The vacant Lance in the living room said aloud to the stacks of papers surrounding him, "Now what am I going to do with you?" He thought about lighting a match and running for it, but he loved this house. He did have to sell it though. He couldn't afford to keep it up, and he wanted to live in the city. He had never liked the suburbs and had spent the past 8 years living in Toronto, Philadelphia, London, and New York.
The funeral for both was scheduled for tomorrow, since he hadn't been able to put his father in the ground with his mother's health also failing so rapidly. While it would be hell getting through it, Lance was quite proud that he had arranged the event single-handedly. Lance and his mother had shared a love of literature and poetry together. She had always lightly hinted that she wished her favorite Dylan Thomas poem, "Fern Hill," to be read at her funeral. She had cried when she read it aloud to Lance as a young boy. Lance knew the poem by heart and recited its final stanza to himself as he uncrossed his legs and stood, putting his hands in his pocket in an almost casual fashion. His parents' trinkets made a dutiful audience.

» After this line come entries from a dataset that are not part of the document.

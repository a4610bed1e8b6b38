import { ChangeDetectionStrategy, Component, input, output } from '@angular/core';
import { MatCheckbox } from '@angular/material/checkbox';
import type { NoteStage } from '../../../shared/contract/bom-note.ts';
import { StateChip } from '../ui/state-chip.ts';

/** The stages of the project: which of them the note takes, and why some cannot be taken. */
@Component({
  selector: 'app-note-stages',
  imports: [MatCheckbox, StateChip],
  changeDetection: ChangeDetectionStrategy.OnPush,
  template: `<ul>
    @for (stage of stages(); track stage.stageId) {
      <li>
        <mat-checkbox
          [checked]="stage.chosen"
          [disabled]="stage.reason !== null"
          (change)="toggled.emit(stage)"
        >
          <span class="mono">{{ stage.reference }} {{ stage.letter }}</span> {{ stage.title }}
        </mat-checkbox>
        <app-state-chip [state]="stage.state" />
        @if (stage.reason) {
          <p class="reason">{{ stage.reason }}</p>
        }
      </li>
    }
  </ul>`,
  styles: `
    :host {
      --mat-checkbox-disabled-label-color: var(--mat-sys-on-surface-variant);
    }

    ul {
      display: grid;
      padding: 0;
      list-style: none;
    }

    li {
      display: grid;
      grid-template-columns: minmax(0, 1fr) auto;
      align-items: center;
      gap: 0 8px;
      border-bottom: 1px solid var(--app-line);
    }

    .reason {
      grid-column: 1 / -1;
      padding-bottom: 6px;
    }
  `,
})
export class NoteStages {
  readonly stages = input.required<readonly NoteStage[]>();
  readonly toggled = output<NoteStage>();
}
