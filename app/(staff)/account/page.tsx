import type { Metadata } from 'next';
import { ApiKeys } from '@/components/account/ApiKeys';
import { EverywhereButton } from '@/components/account/EverywhereButton';
import { PasswordForm } from '@/components/account/PasswordForm';
import { ProfileForm } from '@/components/account/ProfileForm';
import { docksInWords, roleWord } from '@/components/people/words';
import { PageHeader } from '@/components/ui/PageHeader';
import { getAccount } from '@/lib/actions/get-account';
import { listApiKeys } from '@/lib/actions/list-api-keys';
import { listDocks } from '@/lib/actions/list-docks';
import { pageContext } from '@/lib/auth/page';

export const metadata: Metadata = { title: 'Account' };

export default async function AccountPage() {
  const ctx = await pageContext();
  const [account, keys, docks] = [await getAccount(ctx), await listApiKeys(ctx), await listDocks(ctx)];
  return (
    <>
      <PageHeader
        title="Account"
        lead={`${account.email} · ${roleWord(account.role)} · ${docksInWords(account.dockIds, docks)}`}
      />
      <div className="grid gap-10">
        <ProfileForm account={account} />
        <section className="grid gap-4">
          <h2 className="text-2xl">Password</h2>
          <PasswordForm email={account.email} />
        </section>
        {account.role === 'manager' || keys.length > 0 ? (
          <section className="grid gap-4">
            <h2 className="text-2xl">API keys</h2>
            <ApiKeys keys={keys} mayCreate={account.role === 'manager'} now={ctx.now.toISOString()} />
          </section>
        ) : null}
        <section className="grid gap-4">
          <h2 className="text-2xl">Sessions</h2>
          <p className="max-w-prose">
            A session ends 14 days after sign-in. If you lost a device, end all of them, this one too.
          </p>
          <EverywhereButton />
        </section>
      </div>
    </>
  );
}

Nothing I cared, in the lamb white days, that time would take me
Up to the swallow thronged loft by the shadow of my hand,
In the moon that is always rising,
Nor that riding to sleep
I should hear him fly with the high fields
And wake to the farm forever fled from the childless land.

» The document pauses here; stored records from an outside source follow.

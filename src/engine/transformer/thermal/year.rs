//! A year of load on a unit: the hottest step, the hours above limits, the life that is used.

use super::{Scheme, State, ThermalModel, steady, step};
use crate::engine::Refusal;
use crate::engine::transformer::ageing::Paper;
use crate::engine::transformer::circuit::positive;
use crate::engine::working::{Formula, Recorder, Silent};

/// Temperatures that must not be passed.
#[derive(Clone, Copy, Debug, PartialEq)]
pub struct Limits {
    /// Of the hot spot (°C).
    pub hot_spot_c: f64,
    /// Of the top oil (°C).
    pub top_oil_c: f64,
}

/// Normal cyclic loading, IEC 60076-7 (memory): hot spot 120 °C, top oil 105 °C.
pub const NORMAL_CYCLIC: Limits = Limits { hot_spot_c: 120.0, top_oil_c: 105.0 };

/// What a year of load does to the insulation.
#[derive(Clone, Copy, Debug, PartialEq)]
pub struct Year {
    /// Step of the highest hot-spot temperature, counted from 0; the first of equals.
    pub hottest_step: usize,
    /// Hot spot at its end (°C).
    pub hottest_hot_spot_c: f64,
    /// Highest top-oil temperature (°C).
    pub hottest_top_oil_c: f64,
    /// Hours with the hot spot above its limit.
    pub hours_above_hot_spot: f64,
    /// Hours with the top oil above its limit.
    pub hours_above_top_oil: f64,
    /// Hours of normal life used, ΣV·Δt at step ends.
    pub life_used_hours: f64,
    /// Life used over the hours looked at: 1 is ageing at the rated hot spot.
    pub life_used_pu: f64,
    /// Hours looked at.
    pub hours: f64,
}

const SOURCE: &str =
    "IEC 60076-7, step by step from the steady state of the first step; methods, section 10";

const HOTTEST_OIL: Formula = Formula {
    name: "highest top-oil temperature of the year",
    symbol: "θo_max",
    formula: "the greatest θo at the end of a step",
    unit: "°C",
    source: SOURCE,
};
const HOTTEST: Formula = Formula {
    name: "highest hot-spot temperature of the year",
    symbol: "θh_max",
    formula: "the greatest θh at the end of a step",
    unit: "°C",
    source: SOURCE,
};
const ABOVE_HOT_SPOT: Formula = Formula {
    name: "hours with the hot spot above its limit",
    symbol: "t_hot",
    formula: "Σ Δt where θh > θh_limit",
    unit: "h",
    source: SOURCE,
};
const ABOVE_TOP_OIL: Formula = Formula {
    name: "hours with the top oil above its limit",
    symbol: "t_oil",
    formula: "Σ Δt where θo > θo_limit",
    unit: "h",
    source: SOURCE,
};
const LIFE_USED: Formula = Formula {
    name: "hours of normal life used",
    symbol: "L",
    formula: "Σ V·Δt",
    unit: "h",
    source: SOURCE,
};
const LIFE_USED_PU: Formula = Formula {
    name: "life used over the hours of the year",
    symbol: "L_pu",
    formula: "L/t",
    unit: "",
    source: SOURCE,
};

/// A step of which the state at its start is kept, so that it can be stated.
#[derive(Clone, Copy)]
struct Kept {
    at: usize,
    start: State,
    value: f64,
}

impl Kept {
    fn raise(&mut self, at: usize, start: State, value: f64) {
        if value > self.value {
            *self = Self { at, start, value };
        }
    }
}

/// Runs a unit through equal steps of load (of the rating) and ambient, from the steady state of the first step.
/// States the hottest steps and the sums.
///
/// # Errors
/// Constants out of range, no step, loads and ambients of unequal number, a negative load.
pub fn year<R: Recorder>(
    w: &mut R,
    model: &ThermalModel,
    paper: Paper,
    limits: Limits,
    load_pu: &[f64],
    ambient_c: &[f64],
    step_minutes: f64,
) -> Result<Year, Refusal> {
    model.check()?;
    positive("step_minutes", step_minutes, "must be above zero")?;
    let (Some(first_load), Some(first_ambient)) = (load_pu.first(), ambient_c.first()) else {
        return Err(Refusal::new("load_pu", "", "no load to run through; give a profile"));
    };
    if load_pu.len() != ambient_c.len() {
        let why = format!("loads stand beside {} ambient temperatures", ambient_c.len());
        return Err(Refusal::new("load_pu", load_pu.len(), why));
    }
    let mut state = steady(&mut Silent, model, first_load.abs(), *first_ambient);
    let hours = step_minutes / 60.0;
    let mut hottest = Kept { at: 0, start: state, value: f64::NEG_INFINITY };
    let mut hottest_oil = hottest;
    let (mut above_hot_spot, mut above_top_oil, mut life, mut all) = (0.0, 0.0, 0.0, 0.0);
    let pass = |w: &mut R, start: State, n: usize| {
        let load = load_pu[n].abs();
        step(w, model, Scheme::Exact, start, load, ambient_c[n], step_minutes)
    };
    for (n, (load, ambient)) in load_pu.iter().zip(ambient_c).enumerate() {
        let start = state;
        state = step(&mut Silent, model, Scheme::Exact, start, load.abs(), *ambient, step_minutes)?;
        let hot = state.hot_spot_c();
        hottest.raise(n, start, hot);
        hottest_oil.raise(n, start, state.top_oil_c);
        above_hot_spot += if hot > limits.hot_spot_c { hours } else { 0.0 };
        above_top_oil += if state.top_oil_c > limits.top_oil_c { hours } else { 0.0 };
        life += paper.ageing_rate(&mut Silent, hot) * hours;
        all += hours;
    }
    let mut greatest = |kept: Kept, formula| {
        w.open();
        if w.listens() {
            pass(w, kept.start, kept.at)?;
        }
        w.close(formula, &[], kept.value);
        w.about(&|| format!("step {}", kept.at + 1));
        Ok(())
    };
    greatest(hottest, &HOTTEST)?;
    greatest(hottest_oil, &HOTTEST_OIL)?;
    w.step(&ABOVE_HOT_SPOT, &[("θh_limit", limits.hot_spot_c)], above_hot_spot);
    w.step(&ABOVE_TOP_OIL, &[("θo_limit", limits.top_oil_c)], above_top_oil);
    w.step(&LIFE_USED, &[], life);
    Ok(Year {
        hottest_step: hottest.at,
        hottest_hot_spot_c: hottest.value,
        hottest_top_oil_c: hottest_oil.value,
        hours_above_hot_spot: above_hot_spot,
        hours_above_top_oil: above_top_oil,
        life_used_hours: life,
        life_used_pu: w.step(&LIFE_USED_PU, &[("L", life), ("t", all)], life / all),
        hours: all,
    })
}

#[cfg(test)]
mod tests {
    use super::*;
    use crate::engine::transformer::thermal::CoolingMode;
    use crate::engine::working::Working;

    fn model() -> ThermalModel {
        let mode = CoolingMode::DistributionOnan;
        ThermalModel { constants: mode.constants(), rises: mode.typical_rises() }
    }

    #[test]
    fn a_year_is_summed() {
        let m = model();
        let load = [vec![0.5; 12], vec![1.4; 6], vec![0.5; 6]].concat();
        let run = |load: &[f64], ambient: &[f64]| {
            year(&mut Silent, &m, Paper::Normal, NORMAL_CYCLIC, load, ambient, 60.0)
        };
        let y = run(&load, &[20.0; 24]).expect("sound");
        assert_eq!(y.hottest_step, 17, "the last hour of the high load");
        assert!(y.hours_above_hot_spot > 0.0 && y.hours_above_hot_spot < 7.0);
        assert_eq!(y.hours, 24.0);
        assert!(run(&load, &[20.0; 23]).is_err());
        assert!(run(&[], &[]).is_err());
    }

    /// A constant load stays at its steady state, and its life used is V of that temperature.
    #[test]
    fn a_constant_load_is_steady() {
        let m = model();
        let y = year(&mut Silent, &m, Paper::Normal, NORMAL_CYCLIC, &[0.9; 48], &[25.0; 48], 30.0)
            .expect("sound");
        let hot = steady(&mut Silent, &m, 0.9, 25.0).hot_spot_c();
        assert!((y.hottest_hot_spot_c - hot).abs() < 1e-9);
        let rate = Paper::Normal.ageing_rate(&mut Silent, hot);
        assert!((y.life_used_pu / rate - 1.0).abs() < 1e-9 && y.hours == 24.0);
    }

    #[test]
    fn the_hottest_step_is_stated_from_its_start() {
        let load = [0.4, 1.2, 1.3, 0.2];
        let mut w = Working::default();
        let y = year(&mut w, &model(), Paper::Normal, NORMAL_CYCLIC, &load, &[20.0; 4], 60.0)
            .expect("sound");
        let hottest = &w.steps()[0];
        assert_eq!((hottest.value, hottest.of.as_str()), (y.hottest_hot_spot_c, "step 3"));
        assert_eq!(hottest.steps.last().map(|s| s.value), Some(y.hottest_hot_spot_c));
    }
}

Oh as I was young and easy in the mercy of his means,
Time held me green and dying
Though I sang in my chains like the sea.1
His Mom had ridden to sleep, the cancer and grief of losing her husband of over 60 years having drained the life from her fragile shell. But Lance wasn't crying. Whenever he recited that poem he was eight years old again, tucked safely beneath her arm listening to her rich, soothing voice.
1. Dylan Thomas, "Fern Hill," in Collected Poems (New York: New Directions, 1938), 180.
After the funeral—a Jewish affair, since Lance's dad had been part Jewish and his mother a Jewess, as she liked to joke—Lance found himself shaking hands with the rabbi he had known on and off from youth. His family hadn't really practiced religion, but they had provided Lance with opportunities to seek spirituality if he had wanted, so he knew this man standing before him as a vague, friendly figure from his past. Lance's shoes were growing wet in the dewy grass of the cemetery.
"Your parents were such lovely people, Lance. They brought joy and laughter wherever they went!" the rabbi said sincerely.
Lance nodded. He was utterly numb. His eyes were still wet from the grim ceremony of several minutes earlier.
"Listen, I hear you are moving to the city," Rabbi Cohen continued.
"I just signed on an apartment in Cleveland Park."
"You should check out Temple Micah. I know you've never been very active yourself, but you could really use some good people to lean on in a time like this. Why not let God's children bring you some food and good cheer?"
Lance thought food and cheer didn't sound so bad. "I'll think about it. Thanks, Rabbi Cohen."
The gentle, rotund man with the ruddy cheeks nodded and departed.
Lance looked at the fresh dirt on his parents' graves and gasped with pain. God, he missed them unbelievably. He really could not imagine a world without them, but it was no time like the present to accept reality. He was on his own now.